### Source information ###
"""The domain statement -> the domain: its ends as numbers, and what holds at them."""

from __future__ import annotations

import math

from specterm.errors import Span
from specterm.language.catalogue import refuse
from specterm.language.nodes import DomainStatement, Name, Node, Unary
from specterm.model.domain import FREE, OPEN, RING, WALL, Domain
from specterm.model.scalar import Scalar, written
from specterm.model.scope import Scope


def build_domain(statement: DomainStatement, scope: Scope) -> Domain:
    """Return the domain a statement gives; raise SheetError where its ends make none."""
    left, right = _ends(statement, scope)
    if statement.shape != "ring":
        return _interval(statement, left, right)
    for node, end in ((statement.left, left), (statement.right, right)):
        if node is not None and not end.is_finite:
            raise refuse("domain-infinite-ring", node.span)
    phase = None if statement.phase is None else scope.number(statement.phase, "the phase")
    return _between(statement.coordinate, left, right, (RING, RING), phase)


def _between(name: str, left: Scalar, right: Scalar, kinds: tuple[str, str], phase: float | None = None) -> Domain:
    return Domain(name, left.value.real, right.value.real, *kinds, phase, left.slack, right.slack)


def _ends(statement: DomainStatement, scope: Scope) -> tuple[Scalar, Scalar]:
    if statement.left is None or statement.right is None:
        return _outermost(statement, scope)
    left = _end(statement.left, "the left end of the domain", scope)
    right = _end(statement.right, "the right end of the domain", scope)
    _check_ends(statement.left, statement.right, left.value.real, right.value.real)
    return left, right


def _outermost(statement: DomainStatement, scope: Scope) -> tuple[Scalar, Scalar]:
    """Return the first and the last boundary of the layers."""
    if not scope.blocks:
        raise refuse("no-layers", statement.coordinate_span, name=statement.coordinate)
    scope.ensure(scope.blocks)
    left = min(float(block.boundaries[0]) for block in scope.layers.values())
    right = max(float(block.boundaries[-1]) for block in scope.layers.values())
    return written(left), written(right)


def _interval(statement: DomainStatement, left: Scalar, right: Scalar) -> Domain:
    free = (statement.free_left, statement.free_right)
    ends = [OPEN if not end.is_finite else FREE if is_free else WALL for end, is_free in zip((left, right), free, strict=True)]
    lost = [is_free and end == OPEN for is_free, end in zip(free, ends, strict=True)]
    if (any(free) and FREE not in ends) or (any(lost) and not all(free)):
        raise refuse("free-open", statement.span)
    return _between(statement.coordinate, left, right, (ends[0], ends[1]))


def _end(node: Node, what: str, scope: Scope) -> Scalar:
    """Return one end of the domain: a number, `inf` or `-inf`."""
    sign, inner = 1.0, node
    while isinstance(inner, Unary) and inner.operator in "+-":
        sign, inner = -sign if inner.operator == "-" else sign, inner.operand
    if isinstance(inner, Name) and inner.name == "inf" and "inf" not in scope.definitions:
        return Scalar(sign * math.inf)
    return scope.scalar(node, what)


def _check_ends(left_node: Node, right_node: Node, left: float, right: float) -> None:
    span = Span(left_node.span.start, right_node.span.end)
    if left == right:
        raise refuse("domain-empty", span, left=f"{left:g}")
    if left > right:
        raise refuse("domain-reversed", span, left=f"{left:g}", right=f"{right:g}")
###
Task instructions:
Where a line of the records holds the word "tuple", copy that line.

Answer space:
def _between(name: str, left: Scalar, right: Scalar, kinds: tuple[str, str], phase: float | None = None) -> Domain:
def _ends(statement: DomainStatement, scope: Scope) -> tuple[Scalar, Scalar]:
def _outermost(statement: DomainStatement, scope: Scope) -> tuple[Scalar, Scalar]:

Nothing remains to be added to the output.